Your objective
In the data below, work out how many lines include the string "push". Only the number should be given.

[[ Task data open ]]

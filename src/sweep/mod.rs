//! Sweeps over frequency: the totals and every contributor's CMRR at
//! log-spaced frequencies, and where the dominant contributor changes.

use crate::engine::{analyse_point_at, EngineError, PointAnalysis};
use crate::model::Budget;
use rayon::prelude::*;

/// The most frequencies one sweep may hold; a larger request is refused
/// rather than filling memory.
pub const MAX_SWEEP_POINTS: usize = 100_000;

/// Contributions within this fraction of the largest count as tied.
pub const TIE: f64 = 1e-3;
/// A new dominant contributor must exceed the previous one by this fraction
/// (about 0.1 dB) before a change is reported.
pub const HANDOVER: f64 = 0.0116;

/// Default sweep: 0.1 Hz to 1 MHz.
pub const DEFAULT_FROM_HZ: f64 = 0.1;
/// Default upper end.
pub const DEFAULT_TO_HZ: f64 = 1e6;
/// Default density.
pub const DEFAULT_PER_DECADE: u32 = 20;

/// A log-spaced frequency range.
#[derive(Debug, Clone, Copy, PartialEq)]
pub struct SweepSpec {
    /// Lowest frequency, Hz (above zero).
    pub from_hz: f64,
    /// Highest frequency, Hz.
    pub to_hz: f64,
    /// Points per decade.
    pub per_decade: u32,
}

impl Default for SweepSpec {
    fn default() -> SweepSpec {
        SweepSpec {
            from_hz: DEFAULT_FROM_HZ,
            to_hz: DEFAULT_TO_HZ,
            per_decade: DEFAULT_PER_DECADE,
        }
    }
}

/// Why a sweep range is not usable.
#[derive(Debug, Clone, PartialEq, thiserror::Error)]
pub enum SweepError {
    /// The range is empty, reversed or not positive.
    #[error("the sweep range {from_hz} Hz to {to_hz} Hz is not usable: it needs 0 < from < to")]
    BadRange {
        /// Lowest frequency given.
        from_hz: f64,
        /// Highest frequency given.
        to_hz: f64,
    },
    /// No points per decade.
    #[error("a sweep needs at least one point per decade")]
    NoPoints,
    /// Too many points.
    #[error("the sweep would hold {points} frequencies; at most {MAX_SWEEP_POINTS} are allowed (fewer points per decade, or a narrower range)")]
    TooManyPoints {
        /// How many it would hold.
        points: usize,
    },
}

impl SweepSpec {
    /// Check the range and return its frequencies, both ends included.
    pub fn frequencies(&self) -> Result<Vec<f64>, SweepError> {
        if !(self.from_hz > 0.0 && self.to_hz > self.from_hz && self.to_hz.is_finite()) {
            return Err(SweepError::BadRange {
                from_hz: self.from_hz,
                to_hz: self.to_hz,
            });
        }
        if self.per_decade == 0 {
            return Err(SweepError::NoPoints);
        }
        let decades = (self.to_hz / self.from_hz).log10();
        let steps = (decades * f64::from(self.per_decade)).ceil();
        if !steps.is_finite() || steps + 1.0 > MAX_SWEEP_POINTS as f64 {
            return Err(SweepError::TooManyPoints {
                points: if steps.is_finite() {
                    steps as usize + 1
                } else {
                    usize::MAX
                },
            });
        }
        let steps = steps as usize;
        Ok((0..=steps)
            .map(|i| {
                if i == steps {
                    self.to_hz
                } else {
                    self.from_hz * 10f64.powf(i as f64 / f64::from(self.per_decade))
                }
            })
            .collect())
    }
}

/// One contributor's identity in a sweep.
#[derive(Debug, Clone, PartialEq, serde::Serialize)]
pub struct SweepContributor {
    /// Its name (`nominal imbalance` for the systematic part).
    pub name: String,
    /// Its stage's label.
    pub stage: String,
}

/// The sweep's result at one frequency.
#[derive(Debug, Clone, PartialEq)]
pub struct SweepPoint {
    /// The frequency, Hz.
    pub freq_hz: f64,
    /// Worst-case conversion |ε|.
    pub worst_case: f64,
    /// RSS conversion.
    pub rss: f64,
    /// Nominal conversion.
    pub nominal: f64,
    /// Each contributor's |Δε|, in [`Sweep::contributors`] order (the first
    /// is the nominal imbalance).
    pub contributions: Vec<f64>,
}

impl SweepPoint {
    /// The index of the largest contribution, if any is above zero. Parts
    /// that tie (within [`TIE`]), such as the two legs of a symmetric
    /// network, resolve to the first in contributor order.
    pub fn dominant(&self) -> Option<usize> {
        let largest = self.contributions.iter().copied().fold(0.0, f64::max);
        if largest <= 0.0 {
            return None;
        }
        self.contributions
            .iter()
            .position(|m| *m >= largest * (1.0 - TIE))
    }
}

/// A change of the dominant contributor between two sweep points.
#[derive(Debug, Clone, PartialEq, serde::Serialize)]
pub struct DominantChange {
    /// The geometric mean of the two points' frequencies, Hz.
    pub near_hz: f64,
    /// The contributor that dominated below.
    pub from: String,
    /// The contributor that dominates above.
    pub to: String,
}

/// A whole sweep.
#[derive(Debug, Clone, PartialEq)]
pub struct Sweep {
    /// The range swept.
    pub spec: SweepSpec,
    /// Contributors, the nominal imbalance first.
    pub contributors: Vec<SweepContributor>,
    /// One entry per frequency, ascending.
    pub points: Vec<SweepPoint>,
}

impl Sweep {
    /// Where the dominant contributor changes, in ascending frequency. A
    /// change counts only when the newcomer exceeds the incumbent by more
    /// than [`HANDOVER`] (about 0.1 dB), so near-equal parts trading places
    /// do not flood the list.
    pub fn dominant_changes(&self) -> Vec<DominantChange> {
        let mut changes = Vec::new();
        let mut current: Option<usize> = None;
        let mut previous_freq = 0.0;
        for point in &self.points {
            let Some(leader) = point.dominant() else {
                continue;
            };
            match current {
                None => current = Some(leader),
                Some(incumbent) if incumbent != leader => {
                    let held = point.contributions[incumbent];
                    if point.contributions[leader] > held * (1.0 + HANDOVER) {
                        changes.push(DominantChange {
                            near_hz: (previous_freq * point.freq_hz).sqrt(),
                            from: self.label(incumbent),
                            to: self.label(leader),
                        });
                        current = Some(leader);
                    }
                }
                Some(_) => {}
            }
            previous_freq = point.freq_hz;
        }
        changes
    }

    /// A contributor's name with its stage.
    pub fn label(&self, index: usize) -> String {
        let c = &self.contributors[index];
        format!("{} ({})", c.name, c.stage)
    }
}

/// Solve the budget at every frequency of `spec`, at the reference
/// temperature.
pub fn run_sweep(budget: &Budget, spec: SweepSpec) -> Result<Sweep, SweepFailure> {
    run_sweep_at(budget, spec, 0.0)
}

/// Solve the budget at every frequency of `spec`, `delta_t` kelvin from the
/// reference temperature.
pub fn run_sweep_at(budget: &Budget, spec: SweepSpec, delta_t: f64) -> Result<Sweep, SweepFailure> {
    let frequencies = spec.frequencies()?;
    let contributors = contributor_list(budget);
    // Frequencies are independent: solve them on every core. `collect`
    // keeps their order, so the result does not depend on scheduling.
    let points = frequencies
        .par_iter()
        .map(|&f| analyse_point_at(budget, f, delta_t).map(|a| sweep_point(&a)))
        .collect::<Result<Vec<_>, _>>()?;
    Ok(Sweep {
        spec,
        contributors,
        points,
    })
}

/// Why a sweep could not run.
#[derive(Debug, Clone, PartialEq, thiserror::Error)]
pub enum SweepFailure {
    /// The range is not usable.
    #[error(transparent)]
    Range(#[from] SweepError),
    /// The chain has no solution somewhere in the range.
    #[error(transparent)]
    Engine(#[from] EngineError),
}

/// The nominal imbalance, then every varying parameter in parameter order.
fn contributor_list(budget: &Budget) -> Vec<SweepContributor> {
    let mut list = vec![SweepContributor {
        name: "nominal imbalance".into(),
        stage: "whole chain".into(),
    }];
    list.extend(
        budget
            .parameters
            .iter()
            .filter(|(_, p)| p.varies())
            .map(|(_, p)| SweepContributor {
                name: p.name.clone(),
                stage: budget.chain[p.stage].label.clone(),
            }),
    );
    list
}

fn sweep_point(analysis: &PointAnalysis) -> SweepPoint {
    let mut contributions = Vec::with_capacity(analysis.contributions.len() + 1);
    contributions.push(analysis.nominal_magnitude());
    contributions.extend(analysis.contributions.iter().map(|c| c.magnitude()));
    SweepPoint {
        freq_hz: analysis.freq_hz,
        worst_case: analysis.worst_case(),
        rss: analysis.rss(),
        nominal: analysis.nominal_magnitude(),
        contributions,
    }
}

#[cfg(test)]
mod tests {
    use super::*;

    #[test]
    fn default_range_has_141_points() {
        let f = SweepSpec::default().frequencies().unwrap();
        assert_eq!(f.len(), 141);
        assert!((f[0] - 0.1).abs() < 1e-15 && (f[140] - 1e6).abs() < 1e-6);
        assert!((f[20] - 1.0).abs() < 1e-12);
    }

    #[test]
    fn bad_ranges_are_refused() {
        let bad = |from_hz, to_hz, per_decade| {
            SweepSpec {
                from_hz,
                to_hz,
                per_decade,
            }
            .frequencies()
        };
        assert!(matches!(
            bad(0.0, 1e3, 10),
            Err(SweepError::BadRange { .. })
        ));
        assert!(matches!(
            bad(1e3, 10.0, 10),
            Err(SweepError::BadRange { .. })
        ));
        assert!(matches!(bad(1.0, 1e3, 0), Err(SweepError::NoPoints)));
        assert!(matches!(
            bad(1e-3, 1e9, 10_000),
            Err(SweepError::TooManyPoints { .. })
        ));
    }
}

[[ Task data closed ]]

Result
2